Bei JOGL hab ich ein großes Problem, das ich es nicht schaffe das zu "installieren"....

Ich versteh nicht wie ich das in Eclipse als Import hineinbekomme, das dann der Aufruf funktioniert.

Habe auch das aktuelle JOGL.jar in das JAVA Verzeichnis kopiert: C:\Programme\Java\libs\
hineinkopiert. So wie ich das mit JDBC für Datenbankanbindung auch gemacht habe. Da hat es dann einfach so
funktioniert. Nur mit JOGL hab ich das damit noch nicht geschafft. 

Kann mir da auch einer weiter helfen?


----------



## tuxedo (9. Jul 2007)

Schau dir doch auch mal "JMonkeyEngine" an... --> www.jmonkeyengine.com 

Einfache API mit gutem Szenengraph... Fand ich jetzt persönlich schicker wie nacktes JAVA3D ...


----------



## egrath (9. Jul 2007)

Hallo,

auch wenn JMonkeyEngine eine tolle Sache ist würde ich zum Einsteigen Java3D empfehlen. Und zwar aus folgenden Gründen:


 "Offizielle" 3D API von Sun für Java
 Es gibt mehr leute die sich mit Java3D auskennen als mit JMonkeyEngine, dementsprechend mehr Informationen im Netz verfügbar.

Für die Entwicklung von professionellen Anwendungen welche nicht im Gaming Bereich liegen würde ich Java3D den Vorzug geben.

Grüsse,
    Egon


----------



## tuxedo (9. Jul 2007)

Naja, allein am "professionellem" würd ich's nicht festmachen.

Wenn man keinen Szenengraph braucht ist man mit Java3D vielleicht besser dran. 

"Professionelle" Simulationen kann man recht gut mit JME machen. Wobei hier die Kombination "pfofessionell" und "simulation" nicht in den Gaming-Bereich fällt.

BTW: Die JME-Community ist nicht gerade klein.

Es gilt halt immer noch: jedem das seine ...

Gruß
Alex


----------



## sockeqwe (9. Jul 2007)

Hmmm,
wie benutzt man den JME? Einfach die jar Achives in Eclipse importieren? Oder muss ich die irgendwie in einen JAVA Ordner schieben?

Wo gibt es denn ein paar JME Tutorials? Kennt da jemand ein paar nützliche Seiten?

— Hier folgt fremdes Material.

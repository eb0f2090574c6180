package client

import "testing"

// Nearest-rank percentiles of 1..100 (the textbook definition: the value
// of rank ⌈p/100·N⌉): p50 is 50, p99 is 99.
func TestSpreadOfNearestRank(t *testing.T) {
	xs := make([]float64, 100)
	for i := range xs {
		xs[len(xs)-1-i] = float64(i + 1) // reversed: SpreadOf sorts
	}
	s := SpreadOf(xs, 2)
	if s.P50 != 100 || s.P99 != 198 || s.Max != 200 || s.Mean != 101 || s.N != 100 {
		t.Errorf("SpreadOf(1..100, ×2) = %+v, want p50 100, p99 198, max 200, mean 101", s)
	}
	if xs[0] != 100 {
		t.Error("SpreadOf reordered its input")
	}
	if one := SpreadOf([]float64{3}, 1); one.P50 != 3 || one.P99 != 3 {
		t.Errorf("one value: %+v", one)
	}
	if z := SpreadOf(nil, 1); z != (Spread{}) {
		t.Errorf("empty: %+v", z)
	}
}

hab da nicht wirklich viel gefunden ...

Meine Programmierrichtung die ich anstreben würde wären schon so kleinere Games ...


----------



## Xams (9. Jul 2007)

Nimm Jpct, das ist sehr einsteigerfreundlich(Schau mal hier: http://www.java-forum.org/de/topic46139_jpct-3d-spiele-programmierung-tutorial.html)
Java 3D wird nicht mehr weiter entwicket


----------



## Marco13 (9. Jul 2007)

Java3D wird soweit ich weiß noch von einer freien Community weiterentwickelt, und Sun bringt ab und zu "Releases" raus (oder so ähnlich), aber soweit ich weiß ist der Unterschied zwischen Java3D und JOGL schon gravierend. Ich habe noch nicht nicht JOGL gearbeitet, darum ist das eigentlich "Halbwissen", aber unter der Annahme, dass dieses Halbwissen "richtig" ist:

JOGL ist vergleichsweise Low-Level. AFAIK wurde dabei in erster Linie versucht, OpenGL so genau wie möglich nachzubauen. Und OpenGL programmiert man eigentlich in C, und da ist man von Objektorientierter Programmierung schon sehr weit weg. (NB: Ob JOGL auch "High-Level"-Convenience-Funktionen (und z.B. einen Szenegraphen) anbietet, müßte man nachlesen). Der Vorteil ist dabei, dass man "alles machenkann, was auch mit OpenGL geht" (von extremen Sachen wie Shadern vielleicht(!) abgesehen). Demgegenüber ist Java3D sehr High-Level. Alles sind Objekte, und man kann nichts darstellen, was nicht im Szenegraphen hängt. Der Vorteil ist, dass man "mal schnell" einen Szenegraphen basteln und mit einem MouseOrbitBehavior ein Objekt frei im Raum drehen kann. Allerdings hat man teilweise schon SEHR wenige Einfluß auf das, was dort "Hinter den Kulissen" passiert (man kann z.B. fast nicht zu einem fest definierten Zeitpunkt rendern o.ä).


----------



## tuxedo (9. Jul 2007)

Zu JME hab ich mal ne Setup-Howto in meinem Wiki gebastelt:
http://wiki.root1.de/index.php?n=Java.JmeSetup

Infos, das offizielle Wiki und Forum findest du hier: www.jmonkeyengine.com

- Alex


----------



## sockeqwe (9. Jul 2007)

Danke


----------



## egrath (9. Jul 2007)

alex0801 hat gesagt.:
			
		

> Wenn man keinen Szenengraph braucht ist man mit Java3D vielleicht besser dran.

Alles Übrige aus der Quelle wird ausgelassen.